(Assignment)
Search the records for the string "freshState" and copy every line in which it appears.
### Record excerpts ###
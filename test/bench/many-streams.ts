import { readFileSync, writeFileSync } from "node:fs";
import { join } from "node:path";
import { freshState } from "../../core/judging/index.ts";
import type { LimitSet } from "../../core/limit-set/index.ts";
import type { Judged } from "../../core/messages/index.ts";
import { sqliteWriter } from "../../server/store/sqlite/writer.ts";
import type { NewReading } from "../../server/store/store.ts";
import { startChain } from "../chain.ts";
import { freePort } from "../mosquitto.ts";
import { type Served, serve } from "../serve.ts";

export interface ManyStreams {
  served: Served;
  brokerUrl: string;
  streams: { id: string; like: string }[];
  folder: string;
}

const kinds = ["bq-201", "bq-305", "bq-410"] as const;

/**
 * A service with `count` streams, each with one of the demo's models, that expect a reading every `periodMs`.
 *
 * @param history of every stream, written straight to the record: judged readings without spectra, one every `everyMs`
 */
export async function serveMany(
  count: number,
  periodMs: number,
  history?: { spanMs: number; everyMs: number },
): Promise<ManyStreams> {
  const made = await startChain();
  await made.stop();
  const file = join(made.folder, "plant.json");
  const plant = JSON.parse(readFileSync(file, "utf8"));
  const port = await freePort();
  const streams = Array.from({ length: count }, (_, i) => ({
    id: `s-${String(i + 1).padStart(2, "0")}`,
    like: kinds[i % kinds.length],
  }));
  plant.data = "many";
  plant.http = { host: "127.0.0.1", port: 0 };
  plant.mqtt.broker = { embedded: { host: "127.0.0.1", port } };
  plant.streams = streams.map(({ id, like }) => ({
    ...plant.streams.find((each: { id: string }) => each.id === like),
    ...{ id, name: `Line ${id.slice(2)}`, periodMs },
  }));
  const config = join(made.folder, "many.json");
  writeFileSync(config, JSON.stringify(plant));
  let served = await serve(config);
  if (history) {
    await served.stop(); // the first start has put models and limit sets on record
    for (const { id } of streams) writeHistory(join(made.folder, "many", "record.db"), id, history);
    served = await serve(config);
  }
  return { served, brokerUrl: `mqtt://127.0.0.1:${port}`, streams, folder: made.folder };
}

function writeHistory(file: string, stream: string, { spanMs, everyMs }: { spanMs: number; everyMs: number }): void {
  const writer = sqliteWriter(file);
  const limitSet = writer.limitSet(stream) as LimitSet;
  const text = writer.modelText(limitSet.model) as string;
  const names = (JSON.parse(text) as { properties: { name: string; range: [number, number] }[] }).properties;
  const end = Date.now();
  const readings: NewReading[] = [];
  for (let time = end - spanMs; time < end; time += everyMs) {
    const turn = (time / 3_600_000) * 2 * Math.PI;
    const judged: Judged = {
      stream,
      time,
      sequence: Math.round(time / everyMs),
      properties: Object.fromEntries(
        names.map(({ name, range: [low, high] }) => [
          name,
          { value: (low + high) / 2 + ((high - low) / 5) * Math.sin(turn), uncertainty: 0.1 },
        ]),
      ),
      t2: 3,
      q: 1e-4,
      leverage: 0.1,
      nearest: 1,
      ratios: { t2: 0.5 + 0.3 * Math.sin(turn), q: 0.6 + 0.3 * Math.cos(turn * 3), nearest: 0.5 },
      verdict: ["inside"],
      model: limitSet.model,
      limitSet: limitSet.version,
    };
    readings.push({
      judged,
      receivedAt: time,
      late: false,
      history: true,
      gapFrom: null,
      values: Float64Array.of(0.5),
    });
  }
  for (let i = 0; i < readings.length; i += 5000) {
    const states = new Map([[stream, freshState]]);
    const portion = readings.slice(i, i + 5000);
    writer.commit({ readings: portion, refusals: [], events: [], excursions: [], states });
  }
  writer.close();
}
###
(Solution for this task)
import { freshState } from "../../core/judging/index.ts";
    const states = new Map([[stream, freshState]]);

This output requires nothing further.